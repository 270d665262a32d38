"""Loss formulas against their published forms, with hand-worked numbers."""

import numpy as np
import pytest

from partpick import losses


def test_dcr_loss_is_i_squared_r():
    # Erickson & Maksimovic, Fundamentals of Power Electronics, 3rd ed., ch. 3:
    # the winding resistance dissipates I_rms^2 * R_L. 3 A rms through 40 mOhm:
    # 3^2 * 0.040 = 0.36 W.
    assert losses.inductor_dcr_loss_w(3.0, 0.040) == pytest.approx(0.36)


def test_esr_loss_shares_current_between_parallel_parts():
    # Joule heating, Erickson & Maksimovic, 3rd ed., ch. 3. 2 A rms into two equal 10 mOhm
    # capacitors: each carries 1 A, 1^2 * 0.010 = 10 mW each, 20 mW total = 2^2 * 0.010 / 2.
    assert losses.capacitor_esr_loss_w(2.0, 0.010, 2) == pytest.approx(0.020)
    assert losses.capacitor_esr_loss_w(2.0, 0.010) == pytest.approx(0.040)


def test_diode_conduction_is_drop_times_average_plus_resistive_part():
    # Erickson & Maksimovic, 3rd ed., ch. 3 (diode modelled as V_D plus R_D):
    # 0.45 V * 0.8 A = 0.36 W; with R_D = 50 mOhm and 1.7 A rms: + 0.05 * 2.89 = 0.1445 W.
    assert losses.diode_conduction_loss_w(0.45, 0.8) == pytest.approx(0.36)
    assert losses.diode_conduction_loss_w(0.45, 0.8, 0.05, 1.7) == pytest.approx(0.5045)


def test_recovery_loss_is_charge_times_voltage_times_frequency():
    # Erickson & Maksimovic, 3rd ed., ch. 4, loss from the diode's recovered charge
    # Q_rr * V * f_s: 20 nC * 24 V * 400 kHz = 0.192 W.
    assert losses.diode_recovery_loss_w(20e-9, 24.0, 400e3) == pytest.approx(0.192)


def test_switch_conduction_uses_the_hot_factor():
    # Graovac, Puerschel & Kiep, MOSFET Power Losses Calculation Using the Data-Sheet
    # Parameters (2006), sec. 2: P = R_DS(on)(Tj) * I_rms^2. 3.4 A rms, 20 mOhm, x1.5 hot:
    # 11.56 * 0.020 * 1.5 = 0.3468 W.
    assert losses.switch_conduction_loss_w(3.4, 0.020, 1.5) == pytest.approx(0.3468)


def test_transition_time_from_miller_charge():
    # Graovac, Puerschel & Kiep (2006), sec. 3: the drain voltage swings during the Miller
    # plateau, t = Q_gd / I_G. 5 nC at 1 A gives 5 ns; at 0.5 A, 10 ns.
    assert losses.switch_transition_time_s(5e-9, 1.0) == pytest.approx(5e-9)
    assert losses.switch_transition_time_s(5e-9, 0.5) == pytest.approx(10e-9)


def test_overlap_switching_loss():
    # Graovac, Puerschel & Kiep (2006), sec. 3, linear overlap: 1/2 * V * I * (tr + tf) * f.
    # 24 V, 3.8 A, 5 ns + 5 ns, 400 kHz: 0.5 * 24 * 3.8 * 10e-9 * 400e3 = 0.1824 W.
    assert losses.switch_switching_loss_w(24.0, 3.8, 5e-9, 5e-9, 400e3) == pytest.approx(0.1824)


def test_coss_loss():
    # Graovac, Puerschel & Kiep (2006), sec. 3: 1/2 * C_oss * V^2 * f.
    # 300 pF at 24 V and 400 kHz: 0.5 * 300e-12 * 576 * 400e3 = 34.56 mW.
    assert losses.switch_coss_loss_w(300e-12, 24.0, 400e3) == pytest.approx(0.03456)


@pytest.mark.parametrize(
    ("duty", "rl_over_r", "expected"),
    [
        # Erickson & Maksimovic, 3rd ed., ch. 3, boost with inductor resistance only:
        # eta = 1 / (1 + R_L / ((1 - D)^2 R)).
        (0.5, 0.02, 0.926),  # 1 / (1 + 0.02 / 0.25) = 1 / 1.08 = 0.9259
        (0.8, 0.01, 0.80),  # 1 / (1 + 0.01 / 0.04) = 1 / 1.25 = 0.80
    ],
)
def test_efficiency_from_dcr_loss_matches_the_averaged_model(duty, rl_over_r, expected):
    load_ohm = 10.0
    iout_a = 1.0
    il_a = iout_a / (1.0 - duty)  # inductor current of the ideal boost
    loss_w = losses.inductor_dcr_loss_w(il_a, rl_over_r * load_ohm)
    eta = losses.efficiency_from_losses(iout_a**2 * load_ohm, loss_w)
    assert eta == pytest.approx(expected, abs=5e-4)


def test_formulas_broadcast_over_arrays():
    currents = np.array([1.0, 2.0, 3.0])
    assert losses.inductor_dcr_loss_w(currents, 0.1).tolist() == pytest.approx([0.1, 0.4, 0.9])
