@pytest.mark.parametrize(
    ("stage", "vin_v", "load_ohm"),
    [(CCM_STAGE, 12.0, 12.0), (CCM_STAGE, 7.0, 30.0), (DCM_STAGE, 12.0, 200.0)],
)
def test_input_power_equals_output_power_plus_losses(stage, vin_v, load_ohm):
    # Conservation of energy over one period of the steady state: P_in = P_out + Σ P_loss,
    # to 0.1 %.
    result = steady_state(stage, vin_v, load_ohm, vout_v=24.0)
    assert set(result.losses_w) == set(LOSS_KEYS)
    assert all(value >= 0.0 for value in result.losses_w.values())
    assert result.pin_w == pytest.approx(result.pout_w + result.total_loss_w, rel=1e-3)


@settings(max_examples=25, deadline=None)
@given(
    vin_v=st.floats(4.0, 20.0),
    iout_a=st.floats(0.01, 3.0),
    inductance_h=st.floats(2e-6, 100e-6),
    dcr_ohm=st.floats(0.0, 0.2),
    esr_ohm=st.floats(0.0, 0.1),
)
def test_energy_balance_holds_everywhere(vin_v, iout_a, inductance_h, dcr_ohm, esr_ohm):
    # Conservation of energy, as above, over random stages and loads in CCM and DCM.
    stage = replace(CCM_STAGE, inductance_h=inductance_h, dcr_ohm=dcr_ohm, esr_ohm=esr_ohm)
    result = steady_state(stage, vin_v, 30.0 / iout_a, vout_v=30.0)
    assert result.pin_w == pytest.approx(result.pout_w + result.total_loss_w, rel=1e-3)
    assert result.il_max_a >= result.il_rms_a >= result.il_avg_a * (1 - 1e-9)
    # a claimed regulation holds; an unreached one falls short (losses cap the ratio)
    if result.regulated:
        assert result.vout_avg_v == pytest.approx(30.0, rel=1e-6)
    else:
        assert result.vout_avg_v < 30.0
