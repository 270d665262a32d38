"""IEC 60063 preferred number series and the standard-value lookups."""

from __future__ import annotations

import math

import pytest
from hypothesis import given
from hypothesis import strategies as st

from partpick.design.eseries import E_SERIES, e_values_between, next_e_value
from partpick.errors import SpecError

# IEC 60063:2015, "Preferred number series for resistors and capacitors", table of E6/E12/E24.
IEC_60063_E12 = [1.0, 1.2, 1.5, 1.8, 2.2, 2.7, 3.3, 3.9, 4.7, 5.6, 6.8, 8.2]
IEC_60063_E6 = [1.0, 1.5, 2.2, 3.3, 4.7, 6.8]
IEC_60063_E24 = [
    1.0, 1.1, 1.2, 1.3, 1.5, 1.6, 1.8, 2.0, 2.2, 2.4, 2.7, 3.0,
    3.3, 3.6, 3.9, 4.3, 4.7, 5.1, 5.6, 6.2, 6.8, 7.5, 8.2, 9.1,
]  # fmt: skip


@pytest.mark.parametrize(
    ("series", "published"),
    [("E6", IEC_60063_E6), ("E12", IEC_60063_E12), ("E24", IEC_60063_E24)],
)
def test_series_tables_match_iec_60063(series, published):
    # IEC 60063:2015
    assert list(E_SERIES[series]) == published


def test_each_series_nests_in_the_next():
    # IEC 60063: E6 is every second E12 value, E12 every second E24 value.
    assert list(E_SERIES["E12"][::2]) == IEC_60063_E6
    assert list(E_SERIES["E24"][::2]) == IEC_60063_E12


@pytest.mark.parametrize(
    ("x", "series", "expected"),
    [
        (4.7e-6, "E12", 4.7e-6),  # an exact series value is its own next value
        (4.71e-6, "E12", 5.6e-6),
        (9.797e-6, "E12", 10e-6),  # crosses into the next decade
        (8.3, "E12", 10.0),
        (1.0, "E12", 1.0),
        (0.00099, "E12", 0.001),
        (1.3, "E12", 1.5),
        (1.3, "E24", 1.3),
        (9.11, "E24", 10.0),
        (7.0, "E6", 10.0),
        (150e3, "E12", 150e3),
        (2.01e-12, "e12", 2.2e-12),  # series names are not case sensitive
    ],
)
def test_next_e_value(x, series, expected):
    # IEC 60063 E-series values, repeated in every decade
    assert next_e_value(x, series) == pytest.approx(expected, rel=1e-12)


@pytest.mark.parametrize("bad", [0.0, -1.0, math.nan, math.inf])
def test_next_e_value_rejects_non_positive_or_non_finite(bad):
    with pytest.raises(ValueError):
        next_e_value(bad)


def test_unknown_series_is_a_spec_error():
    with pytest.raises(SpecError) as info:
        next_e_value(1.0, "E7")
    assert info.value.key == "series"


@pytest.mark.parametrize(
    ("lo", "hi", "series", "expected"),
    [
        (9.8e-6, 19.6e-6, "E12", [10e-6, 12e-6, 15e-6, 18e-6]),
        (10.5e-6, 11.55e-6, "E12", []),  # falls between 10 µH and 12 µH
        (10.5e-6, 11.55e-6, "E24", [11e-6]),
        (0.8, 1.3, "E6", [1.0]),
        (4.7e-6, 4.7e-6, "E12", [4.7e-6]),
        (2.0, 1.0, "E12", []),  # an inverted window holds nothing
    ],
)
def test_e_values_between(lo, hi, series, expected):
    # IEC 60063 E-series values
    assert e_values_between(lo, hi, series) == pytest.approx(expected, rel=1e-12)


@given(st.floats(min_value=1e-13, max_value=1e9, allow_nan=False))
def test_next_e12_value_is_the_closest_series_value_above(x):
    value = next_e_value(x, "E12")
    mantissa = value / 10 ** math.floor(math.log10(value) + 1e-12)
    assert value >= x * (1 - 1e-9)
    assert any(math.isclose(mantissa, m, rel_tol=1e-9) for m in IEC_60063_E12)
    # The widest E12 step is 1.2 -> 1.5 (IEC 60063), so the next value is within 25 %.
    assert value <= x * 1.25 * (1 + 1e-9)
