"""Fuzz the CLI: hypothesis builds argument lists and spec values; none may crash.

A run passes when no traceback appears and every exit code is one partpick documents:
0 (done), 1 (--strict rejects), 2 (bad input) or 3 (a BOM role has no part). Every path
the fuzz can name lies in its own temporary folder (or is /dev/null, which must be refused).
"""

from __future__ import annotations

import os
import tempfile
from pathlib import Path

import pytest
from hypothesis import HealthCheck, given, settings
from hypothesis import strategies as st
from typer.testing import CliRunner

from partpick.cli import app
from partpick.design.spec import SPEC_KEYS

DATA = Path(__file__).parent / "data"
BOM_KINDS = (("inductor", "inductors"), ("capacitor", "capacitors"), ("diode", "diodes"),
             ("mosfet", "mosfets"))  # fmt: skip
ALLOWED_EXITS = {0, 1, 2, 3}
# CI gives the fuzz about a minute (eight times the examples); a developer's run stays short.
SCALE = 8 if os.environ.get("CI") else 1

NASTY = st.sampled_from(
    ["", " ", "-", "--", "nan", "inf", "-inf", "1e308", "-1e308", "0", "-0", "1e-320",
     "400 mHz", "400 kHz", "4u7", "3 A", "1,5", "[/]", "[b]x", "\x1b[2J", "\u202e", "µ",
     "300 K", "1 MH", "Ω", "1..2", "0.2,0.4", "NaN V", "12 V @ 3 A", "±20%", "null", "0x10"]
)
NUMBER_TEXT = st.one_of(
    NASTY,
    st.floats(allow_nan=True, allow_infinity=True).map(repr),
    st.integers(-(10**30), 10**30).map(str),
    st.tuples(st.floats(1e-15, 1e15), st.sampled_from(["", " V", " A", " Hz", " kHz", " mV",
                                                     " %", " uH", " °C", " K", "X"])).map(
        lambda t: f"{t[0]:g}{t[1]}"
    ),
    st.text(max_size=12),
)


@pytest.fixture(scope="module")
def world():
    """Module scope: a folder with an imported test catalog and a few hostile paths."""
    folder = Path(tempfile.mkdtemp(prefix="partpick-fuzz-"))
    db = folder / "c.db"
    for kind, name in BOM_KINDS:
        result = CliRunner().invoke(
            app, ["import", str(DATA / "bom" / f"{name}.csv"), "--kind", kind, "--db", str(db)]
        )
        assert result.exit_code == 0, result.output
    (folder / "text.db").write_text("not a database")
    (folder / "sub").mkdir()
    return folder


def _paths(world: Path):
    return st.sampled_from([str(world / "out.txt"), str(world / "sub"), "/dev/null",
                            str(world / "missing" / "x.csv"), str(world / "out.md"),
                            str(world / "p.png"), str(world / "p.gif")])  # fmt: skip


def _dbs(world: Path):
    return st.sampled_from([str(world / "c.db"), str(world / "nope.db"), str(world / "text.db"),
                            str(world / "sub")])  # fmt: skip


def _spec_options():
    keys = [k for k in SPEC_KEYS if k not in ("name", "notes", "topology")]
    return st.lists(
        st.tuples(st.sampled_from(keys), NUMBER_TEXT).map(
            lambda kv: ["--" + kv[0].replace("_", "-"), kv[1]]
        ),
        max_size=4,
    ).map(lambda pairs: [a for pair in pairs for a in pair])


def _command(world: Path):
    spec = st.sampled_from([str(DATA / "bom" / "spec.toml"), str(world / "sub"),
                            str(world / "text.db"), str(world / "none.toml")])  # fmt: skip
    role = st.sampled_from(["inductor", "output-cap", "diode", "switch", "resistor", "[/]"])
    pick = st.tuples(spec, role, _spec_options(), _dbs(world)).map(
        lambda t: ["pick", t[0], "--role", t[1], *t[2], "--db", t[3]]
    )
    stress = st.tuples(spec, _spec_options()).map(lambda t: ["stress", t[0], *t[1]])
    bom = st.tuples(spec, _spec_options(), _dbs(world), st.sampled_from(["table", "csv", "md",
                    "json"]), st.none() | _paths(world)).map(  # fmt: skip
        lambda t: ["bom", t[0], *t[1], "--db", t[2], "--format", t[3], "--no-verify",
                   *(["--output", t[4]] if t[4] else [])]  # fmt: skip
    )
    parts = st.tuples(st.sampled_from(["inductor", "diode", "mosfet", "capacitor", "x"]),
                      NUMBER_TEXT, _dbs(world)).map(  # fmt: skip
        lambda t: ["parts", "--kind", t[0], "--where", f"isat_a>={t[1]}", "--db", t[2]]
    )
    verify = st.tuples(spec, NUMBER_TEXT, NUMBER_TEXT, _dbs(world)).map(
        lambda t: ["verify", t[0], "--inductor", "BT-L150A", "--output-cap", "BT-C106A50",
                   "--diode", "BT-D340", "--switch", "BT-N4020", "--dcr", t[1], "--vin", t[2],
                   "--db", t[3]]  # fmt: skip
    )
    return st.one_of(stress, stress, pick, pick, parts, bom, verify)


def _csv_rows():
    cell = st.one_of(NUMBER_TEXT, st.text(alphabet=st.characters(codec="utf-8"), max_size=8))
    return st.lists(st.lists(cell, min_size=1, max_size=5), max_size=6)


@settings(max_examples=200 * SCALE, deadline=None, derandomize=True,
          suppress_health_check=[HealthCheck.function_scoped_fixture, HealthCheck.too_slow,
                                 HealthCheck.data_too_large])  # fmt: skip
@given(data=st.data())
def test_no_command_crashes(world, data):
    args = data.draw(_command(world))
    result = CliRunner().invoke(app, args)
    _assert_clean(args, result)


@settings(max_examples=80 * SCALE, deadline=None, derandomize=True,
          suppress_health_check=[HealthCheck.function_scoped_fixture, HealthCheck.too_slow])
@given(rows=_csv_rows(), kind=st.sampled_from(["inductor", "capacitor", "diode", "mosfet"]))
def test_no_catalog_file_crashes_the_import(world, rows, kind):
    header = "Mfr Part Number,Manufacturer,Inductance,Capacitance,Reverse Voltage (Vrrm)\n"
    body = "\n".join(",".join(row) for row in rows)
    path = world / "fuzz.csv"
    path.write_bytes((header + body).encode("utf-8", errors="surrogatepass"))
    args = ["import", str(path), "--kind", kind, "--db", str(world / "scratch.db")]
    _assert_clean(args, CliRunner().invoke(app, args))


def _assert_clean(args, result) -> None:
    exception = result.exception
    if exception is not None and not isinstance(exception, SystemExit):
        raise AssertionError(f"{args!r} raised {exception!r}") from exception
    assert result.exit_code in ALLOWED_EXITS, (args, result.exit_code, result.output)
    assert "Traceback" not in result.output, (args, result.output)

☆ ☆ ☆ ☆

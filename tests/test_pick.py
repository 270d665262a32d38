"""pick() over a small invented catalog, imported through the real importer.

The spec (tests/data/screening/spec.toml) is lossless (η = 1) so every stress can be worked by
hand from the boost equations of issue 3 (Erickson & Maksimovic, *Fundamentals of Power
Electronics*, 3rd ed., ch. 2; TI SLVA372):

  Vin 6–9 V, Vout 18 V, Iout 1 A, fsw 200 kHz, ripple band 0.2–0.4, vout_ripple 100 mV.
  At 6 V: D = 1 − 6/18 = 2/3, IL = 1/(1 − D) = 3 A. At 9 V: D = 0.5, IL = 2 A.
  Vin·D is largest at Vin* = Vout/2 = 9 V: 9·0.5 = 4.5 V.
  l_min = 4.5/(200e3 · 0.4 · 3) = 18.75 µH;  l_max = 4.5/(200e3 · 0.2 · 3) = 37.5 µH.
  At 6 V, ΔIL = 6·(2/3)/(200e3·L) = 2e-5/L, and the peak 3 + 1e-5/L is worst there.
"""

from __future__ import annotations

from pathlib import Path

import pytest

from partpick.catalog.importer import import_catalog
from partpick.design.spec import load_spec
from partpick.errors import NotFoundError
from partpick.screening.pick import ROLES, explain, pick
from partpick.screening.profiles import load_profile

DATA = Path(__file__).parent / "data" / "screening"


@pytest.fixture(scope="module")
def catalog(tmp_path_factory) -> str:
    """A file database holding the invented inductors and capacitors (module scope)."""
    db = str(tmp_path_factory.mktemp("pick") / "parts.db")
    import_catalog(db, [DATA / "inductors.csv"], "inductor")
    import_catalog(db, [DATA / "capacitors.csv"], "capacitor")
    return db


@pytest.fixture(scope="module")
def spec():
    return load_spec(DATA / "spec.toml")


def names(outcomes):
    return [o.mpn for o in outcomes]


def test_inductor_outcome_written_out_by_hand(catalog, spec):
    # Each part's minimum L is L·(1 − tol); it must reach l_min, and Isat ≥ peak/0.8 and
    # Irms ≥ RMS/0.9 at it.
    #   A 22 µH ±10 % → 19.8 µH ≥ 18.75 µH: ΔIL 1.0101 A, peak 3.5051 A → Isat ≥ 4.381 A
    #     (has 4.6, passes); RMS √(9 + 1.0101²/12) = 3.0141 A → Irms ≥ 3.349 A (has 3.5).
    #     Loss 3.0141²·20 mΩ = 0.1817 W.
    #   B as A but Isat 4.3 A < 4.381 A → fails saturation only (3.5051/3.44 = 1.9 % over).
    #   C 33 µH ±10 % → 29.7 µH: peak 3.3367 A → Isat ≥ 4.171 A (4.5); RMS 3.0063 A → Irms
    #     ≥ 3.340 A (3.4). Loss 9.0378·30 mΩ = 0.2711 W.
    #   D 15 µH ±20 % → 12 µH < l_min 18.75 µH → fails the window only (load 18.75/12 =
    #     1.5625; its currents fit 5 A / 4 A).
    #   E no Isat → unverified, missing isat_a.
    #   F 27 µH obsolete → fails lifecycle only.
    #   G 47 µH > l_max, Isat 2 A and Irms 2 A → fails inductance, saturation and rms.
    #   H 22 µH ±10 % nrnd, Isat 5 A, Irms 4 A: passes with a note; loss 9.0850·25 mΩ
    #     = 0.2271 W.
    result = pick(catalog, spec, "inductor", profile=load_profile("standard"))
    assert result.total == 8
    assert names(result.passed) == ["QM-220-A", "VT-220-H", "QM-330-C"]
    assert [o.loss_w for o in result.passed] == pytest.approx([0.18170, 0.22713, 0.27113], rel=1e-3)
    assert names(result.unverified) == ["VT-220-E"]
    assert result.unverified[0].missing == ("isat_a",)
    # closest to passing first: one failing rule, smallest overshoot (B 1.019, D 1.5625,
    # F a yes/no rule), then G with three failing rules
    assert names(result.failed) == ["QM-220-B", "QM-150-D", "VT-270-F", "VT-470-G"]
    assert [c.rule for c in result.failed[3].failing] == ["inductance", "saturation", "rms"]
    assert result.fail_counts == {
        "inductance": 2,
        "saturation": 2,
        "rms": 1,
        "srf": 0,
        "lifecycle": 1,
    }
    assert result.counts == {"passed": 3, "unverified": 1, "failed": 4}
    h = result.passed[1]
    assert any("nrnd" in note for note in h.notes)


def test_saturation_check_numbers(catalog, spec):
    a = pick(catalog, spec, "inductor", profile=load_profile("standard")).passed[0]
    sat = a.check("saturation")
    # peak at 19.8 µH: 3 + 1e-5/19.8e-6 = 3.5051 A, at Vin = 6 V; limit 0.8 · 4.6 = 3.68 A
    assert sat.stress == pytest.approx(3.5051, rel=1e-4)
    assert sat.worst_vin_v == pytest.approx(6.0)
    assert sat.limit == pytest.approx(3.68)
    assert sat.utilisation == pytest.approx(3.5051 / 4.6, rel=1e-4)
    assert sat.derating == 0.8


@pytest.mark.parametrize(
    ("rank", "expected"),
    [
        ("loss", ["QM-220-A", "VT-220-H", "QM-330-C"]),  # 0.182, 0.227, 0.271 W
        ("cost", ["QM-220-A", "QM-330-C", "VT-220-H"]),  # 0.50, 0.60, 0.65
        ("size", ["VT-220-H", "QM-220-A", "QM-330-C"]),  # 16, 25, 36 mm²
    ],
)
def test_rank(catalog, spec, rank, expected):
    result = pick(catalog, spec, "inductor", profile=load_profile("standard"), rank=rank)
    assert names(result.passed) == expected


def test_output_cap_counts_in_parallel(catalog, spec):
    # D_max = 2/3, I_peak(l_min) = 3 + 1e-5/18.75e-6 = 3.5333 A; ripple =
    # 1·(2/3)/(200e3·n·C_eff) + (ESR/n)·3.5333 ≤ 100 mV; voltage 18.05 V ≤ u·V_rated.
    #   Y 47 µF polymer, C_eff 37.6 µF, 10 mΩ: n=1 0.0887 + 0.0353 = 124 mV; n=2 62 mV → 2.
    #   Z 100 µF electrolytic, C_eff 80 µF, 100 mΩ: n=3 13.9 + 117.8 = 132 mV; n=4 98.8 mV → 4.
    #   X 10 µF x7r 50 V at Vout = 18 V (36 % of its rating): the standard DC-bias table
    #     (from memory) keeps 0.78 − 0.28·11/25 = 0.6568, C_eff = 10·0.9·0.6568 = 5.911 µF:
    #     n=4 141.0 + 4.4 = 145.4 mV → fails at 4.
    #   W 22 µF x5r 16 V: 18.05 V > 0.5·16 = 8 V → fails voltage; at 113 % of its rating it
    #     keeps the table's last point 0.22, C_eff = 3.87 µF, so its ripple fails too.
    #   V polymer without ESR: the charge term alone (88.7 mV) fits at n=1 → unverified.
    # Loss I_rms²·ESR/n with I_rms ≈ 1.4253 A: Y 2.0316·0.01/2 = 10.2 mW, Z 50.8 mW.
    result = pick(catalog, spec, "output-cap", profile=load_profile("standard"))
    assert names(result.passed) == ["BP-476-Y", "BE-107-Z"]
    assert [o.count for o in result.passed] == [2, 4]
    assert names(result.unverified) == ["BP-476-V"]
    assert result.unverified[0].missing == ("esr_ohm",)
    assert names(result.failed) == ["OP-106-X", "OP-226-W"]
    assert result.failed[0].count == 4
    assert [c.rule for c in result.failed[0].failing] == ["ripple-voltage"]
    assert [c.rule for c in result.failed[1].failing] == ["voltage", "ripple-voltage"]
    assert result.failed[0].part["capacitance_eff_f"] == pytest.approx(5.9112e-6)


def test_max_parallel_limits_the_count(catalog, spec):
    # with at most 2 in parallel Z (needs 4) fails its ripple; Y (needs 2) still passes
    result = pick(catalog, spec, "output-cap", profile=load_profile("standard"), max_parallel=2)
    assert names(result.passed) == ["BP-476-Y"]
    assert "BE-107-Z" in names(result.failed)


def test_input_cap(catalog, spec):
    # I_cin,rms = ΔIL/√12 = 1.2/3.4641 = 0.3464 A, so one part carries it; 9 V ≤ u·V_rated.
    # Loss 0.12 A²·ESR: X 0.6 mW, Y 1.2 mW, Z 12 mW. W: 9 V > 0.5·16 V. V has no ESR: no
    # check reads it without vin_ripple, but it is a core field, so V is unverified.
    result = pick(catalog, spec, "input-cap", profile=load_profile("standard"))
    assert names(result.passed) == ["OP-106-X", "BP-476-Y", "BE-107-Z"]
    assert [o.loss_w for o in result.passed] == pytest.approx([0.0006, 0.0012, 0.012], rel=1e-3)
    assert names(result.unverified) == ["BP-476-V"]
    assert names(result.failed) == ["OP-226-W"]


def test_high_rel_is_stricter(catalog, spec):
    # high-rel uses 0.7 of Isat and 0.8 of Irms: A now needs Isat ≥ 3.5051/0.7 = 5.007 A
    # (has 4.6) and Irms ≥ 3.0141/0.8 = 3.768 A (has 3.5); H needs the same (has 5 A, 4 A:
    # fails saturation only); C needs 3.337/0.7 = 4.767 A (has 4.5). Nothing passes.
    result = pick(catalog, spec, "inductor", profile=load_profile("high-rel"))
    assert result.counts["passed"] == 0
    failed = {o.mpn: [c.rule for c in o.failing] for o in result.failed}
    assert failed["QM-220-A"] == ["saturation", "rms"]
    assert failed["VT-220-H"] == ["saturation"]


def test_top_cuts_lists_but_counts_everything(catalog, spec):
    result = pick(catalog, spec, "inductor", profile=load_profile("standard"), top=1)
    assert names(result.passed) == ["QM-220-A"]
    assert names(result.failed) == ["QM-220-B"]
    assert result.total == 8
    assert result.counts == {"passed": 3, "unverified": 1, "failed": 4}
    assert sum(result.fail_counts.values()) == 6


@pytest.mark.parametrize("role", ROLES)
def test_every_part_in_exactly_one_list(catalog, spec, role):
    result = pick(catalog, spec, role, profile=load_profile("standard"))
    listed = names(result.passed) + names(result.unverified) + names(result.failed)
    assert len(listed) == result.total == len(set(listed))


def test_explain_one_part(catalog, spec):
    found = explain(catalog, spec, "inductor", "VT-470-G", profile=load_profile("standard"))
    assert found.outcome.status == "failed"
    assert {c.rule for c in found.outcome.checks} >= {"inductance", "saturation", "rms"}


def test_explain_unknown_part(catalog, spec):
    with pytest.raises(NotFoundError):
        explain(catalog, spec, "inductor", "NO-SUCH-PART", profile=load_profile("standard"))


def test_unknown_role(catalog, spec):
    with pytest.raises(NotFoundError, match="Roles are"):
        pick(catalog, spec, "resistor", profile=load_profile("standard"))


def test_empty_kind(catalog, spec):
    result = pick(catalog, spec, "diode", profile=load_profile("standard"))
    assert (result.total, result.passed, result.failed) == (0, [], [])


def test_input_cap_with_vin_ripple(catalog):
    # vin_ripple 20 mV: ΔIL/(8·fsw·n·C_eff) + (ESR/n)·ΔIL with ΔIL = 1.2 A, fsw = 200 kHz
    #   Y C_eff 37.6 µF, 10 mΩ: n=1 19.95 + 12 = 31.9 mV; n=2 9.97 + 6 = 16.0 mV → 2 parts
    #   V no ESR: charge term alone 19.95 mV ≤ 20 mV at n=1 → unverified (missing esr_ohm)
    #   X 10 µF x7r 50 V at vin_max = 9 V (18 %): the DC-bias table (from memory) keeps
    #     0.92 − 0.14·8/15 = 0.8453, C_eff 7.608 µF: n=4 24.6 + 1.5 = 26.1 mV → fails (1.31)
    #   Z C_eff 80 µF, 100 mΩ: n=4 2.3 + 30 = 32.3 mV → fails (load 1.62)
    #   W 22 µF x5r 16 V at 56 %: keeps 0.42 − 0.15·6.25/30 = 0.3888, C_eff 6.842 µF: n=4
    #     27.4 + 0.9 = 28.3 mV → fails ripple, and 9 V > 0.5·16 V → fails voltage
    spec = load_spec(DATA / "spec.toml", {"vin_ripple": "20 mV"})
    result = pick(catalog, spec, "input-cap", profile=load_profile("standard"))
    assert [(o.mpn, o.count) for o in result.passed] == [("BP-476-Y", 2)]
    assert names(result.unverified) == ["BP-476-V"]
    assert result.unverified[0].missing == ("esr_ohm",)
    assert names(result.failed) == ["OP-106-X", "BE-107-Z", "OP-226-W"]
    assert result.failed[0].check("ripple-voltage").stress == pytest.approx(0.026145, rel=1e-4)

☆ ☆ ☆ ☆

(ASSIGNMENT) Return word for word the lines above from the line with "path = world" to the line with "result.output, (args, result.output)", including both and leaving out all others.

(YOUR SOLUTION)
    path = world / "fuzz.csv"
    path.write_bytes((header + body).encode("utf-8", errors="surrogatepass"))
    args = ["import", str(path), "--kind", kind, "--db", str(world / "scratch.db")]
    _assert_clean(args, CliRunner().invoke(app, args))


def _assert_clean(args, result) -> None:
    exception = result.exception
    if exception is not None and not isinstance(exception, SystemExit):
        raise AssertionError(f"{args!r} raised {exception!r}") from exception
    assert result.exit_code in ALLOWED_EXITS, (args, result.exit_code, result.output)
    assert "Traceback" not in result.output, (args, result.output)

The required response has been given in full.